═══ Information shown

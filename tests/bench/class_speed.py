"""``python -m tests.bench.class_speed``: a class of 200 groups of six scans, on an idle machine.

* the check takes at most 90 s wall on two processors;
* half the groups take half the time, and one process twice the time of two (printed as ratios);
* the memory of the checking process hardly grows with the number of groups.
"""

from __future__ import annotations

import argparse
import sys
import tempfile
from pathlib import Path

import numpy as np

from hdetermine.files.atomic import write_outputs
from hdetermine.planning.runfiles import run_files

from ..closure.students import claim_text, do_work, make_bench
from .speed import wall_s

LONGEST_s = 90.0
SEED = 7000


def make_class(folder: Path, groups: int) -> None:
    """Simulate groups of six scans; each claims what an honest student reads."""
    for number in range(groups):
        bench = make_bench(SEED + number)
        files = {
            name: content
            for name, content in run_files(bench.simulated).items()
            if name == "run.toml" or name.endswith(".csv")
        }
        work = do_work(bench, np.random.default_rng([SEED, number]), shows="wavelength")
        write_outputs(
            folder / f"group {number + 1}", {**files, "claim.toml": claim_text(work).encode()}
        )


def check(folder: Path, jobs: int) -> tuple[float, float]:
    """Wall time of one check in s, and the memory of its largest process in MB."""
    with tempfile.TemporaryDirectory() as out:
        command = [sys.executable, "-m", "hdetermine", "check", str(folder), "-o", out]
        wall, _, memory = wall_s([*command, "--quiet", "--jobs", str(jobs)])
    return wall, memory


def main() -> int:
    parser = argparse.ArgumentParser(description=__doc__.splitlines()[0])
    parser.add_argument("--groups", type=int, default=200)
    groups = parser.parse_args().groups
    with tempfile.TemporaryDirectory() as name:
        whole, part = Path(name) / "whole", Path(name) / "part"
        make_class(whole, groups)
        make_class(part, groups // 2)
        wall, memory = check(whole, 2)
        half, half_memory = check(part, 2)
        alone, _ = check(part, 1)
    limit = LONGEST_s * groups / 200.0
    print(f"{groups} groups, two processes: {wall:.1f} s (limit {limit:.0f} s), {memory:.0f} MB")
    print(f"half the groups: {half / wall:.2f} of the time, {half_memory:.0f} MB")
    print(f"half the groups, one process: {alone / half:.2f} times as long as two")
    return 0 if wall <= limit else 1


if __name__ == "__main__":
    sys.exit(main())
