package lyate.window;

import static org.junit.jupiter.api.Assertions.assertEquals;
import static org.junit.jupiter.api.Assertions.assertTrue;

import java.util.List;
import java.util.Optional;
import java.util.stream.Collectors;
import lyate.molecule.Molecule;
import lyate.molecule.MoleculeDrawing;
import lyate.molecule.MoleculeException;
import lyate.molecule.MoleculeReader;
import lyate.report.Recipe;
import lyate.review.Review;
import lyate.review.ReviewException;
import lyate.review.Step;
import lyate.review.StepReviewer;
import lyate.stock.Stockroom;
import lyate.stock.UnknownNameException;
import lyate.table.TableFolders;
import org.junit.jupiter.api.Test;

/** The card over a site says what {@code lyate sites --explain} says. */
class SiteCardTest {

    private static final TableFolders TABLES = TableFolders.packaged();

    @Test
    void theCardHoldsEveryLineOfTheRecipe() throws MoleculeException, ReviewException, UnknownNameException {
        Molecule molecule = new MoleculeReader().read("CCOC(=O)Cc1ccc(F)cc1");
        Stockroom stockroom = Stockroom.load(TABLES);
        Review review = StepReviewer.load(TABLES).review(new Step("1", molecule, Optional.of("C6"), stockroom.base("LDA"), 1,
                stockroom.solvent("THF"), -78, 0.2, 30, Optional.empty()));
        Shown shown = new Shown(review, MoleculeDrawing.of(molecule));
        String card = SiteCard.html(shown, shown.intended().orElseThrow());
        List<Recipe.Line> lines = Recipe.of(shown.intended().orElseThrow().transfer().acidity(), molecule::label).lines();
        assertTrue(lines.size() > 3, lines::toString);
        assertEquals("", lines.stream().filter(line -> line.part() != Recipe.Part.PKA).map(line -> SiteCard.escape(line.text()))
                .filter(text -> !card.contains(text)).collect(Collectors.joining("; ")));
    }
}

══════
═══ Information shown

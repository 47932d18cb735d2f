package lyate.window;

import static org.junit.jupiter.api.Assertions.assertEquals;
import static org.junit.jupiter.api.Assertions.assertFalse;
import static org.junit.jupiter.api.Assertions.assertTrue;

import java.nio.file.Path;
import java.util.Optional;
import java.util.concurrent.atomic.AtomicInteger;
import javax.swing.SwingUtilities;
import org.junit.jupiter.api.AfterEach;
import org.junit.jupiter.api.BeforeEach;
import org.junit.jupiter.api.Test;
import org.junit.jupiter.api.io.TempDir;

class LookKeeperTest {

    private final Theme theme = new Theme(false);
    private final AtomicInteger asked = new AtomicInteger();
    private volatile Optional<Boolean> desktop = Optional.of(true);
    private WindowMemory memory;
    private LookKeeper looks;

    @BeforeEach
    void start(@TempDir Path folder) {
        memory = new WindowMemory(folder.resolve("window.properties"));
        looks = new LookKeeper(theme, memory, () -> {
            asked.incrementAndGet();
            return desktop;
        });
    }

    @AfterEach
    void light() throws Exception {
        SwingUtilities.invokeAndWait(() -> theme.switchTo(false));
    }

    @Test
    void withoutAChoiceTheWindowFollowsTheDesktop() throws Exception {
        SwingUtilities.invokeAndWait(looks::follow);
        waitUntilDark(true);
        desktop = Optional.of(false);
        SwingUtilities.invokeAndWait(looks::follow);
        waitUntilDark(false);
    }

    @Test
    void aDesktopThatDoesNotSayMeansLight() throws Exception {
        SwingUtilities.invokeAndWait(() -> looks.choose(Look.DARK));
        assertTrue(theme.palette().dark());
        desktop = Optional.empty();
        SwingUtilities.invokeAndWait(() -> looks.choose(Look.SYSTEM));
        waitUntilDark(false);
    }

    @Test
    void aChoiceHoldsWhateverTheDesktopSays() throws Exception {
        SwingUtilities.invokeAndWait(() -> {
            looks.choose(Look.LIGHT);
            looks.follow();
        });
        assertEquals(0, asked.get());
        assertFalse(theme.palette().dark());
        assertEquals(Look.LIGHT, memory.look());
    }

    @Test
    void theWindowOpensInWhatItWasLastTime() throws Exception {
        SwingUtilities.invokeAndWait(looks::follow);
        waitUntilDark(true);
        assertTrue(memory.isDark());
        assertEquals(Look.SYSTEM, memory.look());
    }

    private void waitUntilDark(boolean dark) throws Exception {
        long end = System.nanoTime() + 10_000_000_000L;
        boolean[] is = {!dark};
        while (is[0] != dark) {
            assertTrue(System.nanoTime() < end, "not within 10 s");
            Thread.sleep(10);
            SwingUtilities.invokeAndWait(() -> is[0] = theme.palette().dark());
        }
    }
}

══════

- What you will do -
Transcribe the lines above between the line holding "wall, _, memory" and the line holding "groups = parser.parse_args().groups", inclusive, exactly as they stand and with nothing added.

- Task response -
        wall, _, memory = wall_s([*command, "--quiet", "--jobs", str(jobs)])
    return wall, memory


def main() -> int:
    parser = argparse.ArgumentParser(description=__doc__.splitlines()[0])
    parser.add_argument("--groups", type=int, default=200)
    groups = parser.parse_args().groups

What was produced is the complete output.